I work on the production kernel for our data centers, and most of what I do is
completely public. In fact at the moment I am working on a way to decrease
seek overhead when writing large files to ext4, and I have been releasing the
in-progress patchsets for review and comment both in and outside Google. Why?
Because I've gotten some really valuable comments both at the design level,
and "spot the stupid bug" level, both inside and outside of Google.

That being said, there are some really cool things that are only available
inside the Google kernel. For example, we can track every read, write, and
seek operation at the hardware level, and tell you whether it is metadata or
data, what application was responsible for issuing the request, and then
correlate this information across multiple machines and in fact across the
entire data center, and give you a single high-level view of your map reduce,
or your application homed on hundreds of machines, so you can see how it is
actually using all of the disk spindles associated with that job. And its
overhead is small enough that we can leave it running by default, as opposed
to only turning it on during debugging/benchmarking runs (ala blktrace).
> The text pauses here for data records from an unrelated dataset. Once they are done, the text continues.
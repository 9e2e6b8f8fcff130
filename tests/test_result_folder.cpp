// Publishing a results folder as one unit: our files are replaced together, the user's files
// stay, a failed write leaves the previous folder exactly as it was, and scratch folders of
// killed runs are cleared. Common practice (write aside, then rename), no source.
#include <catch2/catch.hpp>

#include <fstream>
#include <iterator>
#include <map>
#include <stdexcept>
#include <string>

#include <unistd.h>

#include "coilwright/error.hpp"
#include "coilwright/result_folder.hpp"
#include "coilwright/results.hpp"

using namespace coilwright;
namespace fs = std::filesystem;

namespace {

struct TempDir {
  fs::path path;
  TempDir() {
    std::string tmpl = (fs::temp_directory_path() / "coilwright-folder-XXXXXX").string();
    REQUIRE(::mkdtemp(tmpl.data()) != nullptr);
    path = tmpl;
  }
  ~TempDir() {
    std::error_code ec;
    fs::remove_all(path, ec);
  }
};

void put(const fs::path& file, const std::string& text) {
  fs::create_directories(file.parent_path());
  std::ofstream(file, std::ios::binary) << text;
}

std::string get(const fs::path& file) {
  std::ifstream in(file, std::ios::binary);
  return {std::istreambuf_iterator<char>(in), std::istreambuf_iterator<char>()};
}

// Every file under `dir` (relative path -> content).
std::map<std::string, std::string> snapshot(const fs::path& dir) {
  std::map<std::string, std::string> out;
  for (const auto& e : fs::recursive_directory_iterator(dir))
    if (e.is_regular_file()) out[fs::relative(e.path(), dir).string()] = get(e.path());
  return out;
}

}  // namespace

TEST_CASE("Our result names are recognised and nothing else is") {
  for (const char* ours : {"designs.csv", "summary.json", "report.html", "figures", "design-01.toml", "design-12-schedule.txt",
                           "design-03-axis.csv", "design-03-xz.vtk", "design-100.toml"})
    CHECK(is_result_name(ours));
  for (const char* theirs : {"notes.txt", "design-1.toml", "design-01.txt", "design-01-.csv", "design-01-axis.png", "designs.csv~",
                             "Design-01.toml", "summary.json.bak", "figures2", ""})
    CHECK_FALSE(is_result_name(theirs));
}

TEST_CASE("A project name becomes a folder name that stays inside its parent") {
  CHECK(safe_folder_name("sensor-calibration-rig") == "sensor-calibration-rig");
  CHECK(safe_folder_name("../../etc") == "-..-etc");
  CHECK(safe_folder_name("..") == "unnamed");
  CHECK(safe_folder_name("") == "unnamed");
  CHECK(safe_folder_name("rig <b>\"1\"/2") == "rig--b--1--2");
  CHECK(safe_folder_name(".hidden") == "hidden");
  CHECK(safe_folder_name("Spule \xC3\xA4") == "Spule---");  // non-ASCII bytes are replaced one by one
}

TEST_CASE("Publishing replaces our files as a set and keeps the user's") {
  TempDir t;
  const fs::path dir = t.path / "results";
  publish_folder(dir, [](const fs::path& d) {
    put(d / "summary.json", "old summary");
    put(d / "design-01.toml", "old 1");
    put(d / "design-02.toml", "old 2");
    put(d / "figures" / "a.svg", "old figure");
  }, is_result_name);
  put(dir / "notes.txt", "the user's notes");
  put(dir / "measurements" / "run1.csv", "x,y\n1,2\n");

  publish_folder(dir, [](const fs::path& d) {
    put(d / "summary.json", "new summary");
    put(d / "design-01.toml", "new 1");
    put(d / "figures" / "b.svg", "new figure");
  }, is_result_name);
  const auto now = snapshot(dir);
  const std::map<std::string, std::string> expected{{"summary.json", "new summary"},
                                                    {"design-01.toml", "new 1"},
                                                    {"figures/b.svg", "new figure"},
                                                    {"notes.txt", "the user's notes"},
                                                    {"measurements/run1.csv", "x,y\n1,2\n"}};
  CHECK(now == expected);  // design-02.toml and figures/a.svg of the previous run are gone
  // No scratch folder is left beside it.
  for (const auto& e : fs::directory_iterator(t.path)) CHECK(e.path().filename() == "results");
}

TEST_CASE("A failed write leaves the previous results exactly as they were") {
  TempDir t;
  const fs::path dir = t.path / "results";
  publish_folder(dir, [](const fs::path& d) { put(d / "summary.json", "old"); }, is_result_name);
  put(dir / "notes.txt", "mine");
  const auto before = snapshot(dir);
  CHECK_THROWS_AS(publish_folder(dir, [](const fs::path& d) {
    put(d / "summary.json", "half");
    throw OutputError("disk full (simulated)");
  }, is_result_name), OutputError);
  CHECK(snapshot(dir) == before);
  for (const auto& e : fs::directory_iterator(t.path)) CHECK(e.path().filename() == "results");
}

TEST_CASE("Scratch folders of killed runs are cleared; those of live runs are not") {
  TempDir t;
  const fs::path dir = t.path / "results";
  // A pid that cannot be running (above the kernel's pid_max of 4194304).
  put(t.path / ".results.staging-999999999" / "design-01.toml", "half-written");
  put(t.path / ".results.previous-999999998" / "summary.json", "previous");
  const fs::path live = t.path / (".results.staging-" + std::to_string(::getppid()));
  put(live / "summary.json", "someone else's run");
  put(t.path / ".other.staging-999999999" / "x", "not for this folder");
  publish_folder(dir, [](const fs::path& d) { put(d / "summary.json", "new"); }, is_result_name);
  CHECK_FALSE(fs::exists(t.path / ".results.staging-999999999"));
  CHECK_FALSE(fs::exists(t.path / ".results.previous-999999998"));
  CHECK(fs::exists(live));
  CHECK(fs::exists(t.path / ".other.staging-999999999"));
}

TEST_CASE("A folder that cannot be written is a clear output error") {
  TempDir t;
  put(t.path / "plain-file", "x");
  const auto write = [](const fs::path& d) { put(d / "summary.json", "new"); };
  try {
    publish_folder(t.path / "plain-file", write, is_result_name);
    FAIL("accepted");
  } catch (const OutputError& e) {
    CHECK_THAT(e.what(), Catch::Contains("plain-file") && Catch::Contains("it exists and is not a folder"));
  }
  // Writable for nobody, root included: the process file system.
  CHECK_THROWS_WITH(publish_folder("/proc/coilwright-results/run", write, is_result_name),
                    Catch::Contains("cannot write the results folder '/proc/coilwright-results/run'"));
}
Why haven't we shared this with the external world? Well, part of it is
because it depends on infrastructure which is Google-specific, but the main
reason is because we can't find the right people to help us clean up the code
so it would be mainline acceptable, disentangle the Google-specific
enhancements, negotiate with the upstream Linux kernel maintainers whose
subsystems are touched by this code, and get it into mainline kernel. And for
most of these kernel enhancements (of which this is only one), we _want_ to
get them upstream, because every single one of these enhancements (while they
are really cool and there is no way we would give them up), makes it harder
for us to rebase the kernel so we can get the latest enhancements from
upstream. More people using it means we hopefully will get a community of
people collaborating to make the technology better --- which means free
engineering help for us! :-)

The problem is headcount; we need to staff up this and other projects before
we can do things like push more of these Google-specific enhancements upstream
to the Linux kernel. (Some of it is happening now, slowly, but we have lots of
other production and release priorities which take precedence.) Unfortunately,
it's really hard to find Systems People who are interested and willing to do
low-level Linux kernel programming, and can also see the "big picture" systems
issues.

So if you think you're a hotshot Systems designer who is not afraid to get
their fingers dirty coding low-level Linux kernel code, we're hiring (and not
just in storage, although that's my area; contact me). And if you come to work
at Google, you may be surprised at how much you can talk to your friends
about, and even publish as a paper at a conference. Yes, there is plenty of
stuff about features under development in Google Docs, Search, Android, that
you'll be able to play with as an early dogfooder, and that stuff you won't be
able to share with your friends. And some stuff we can't share because it
would harm our relationship with our hardware partners --- but even there,
Google has published a paper at FAST describing the failure rate and patterns
of hard drives (although we anonymized the specific names of the disk drive
manufacturers involved, for obvious reasons).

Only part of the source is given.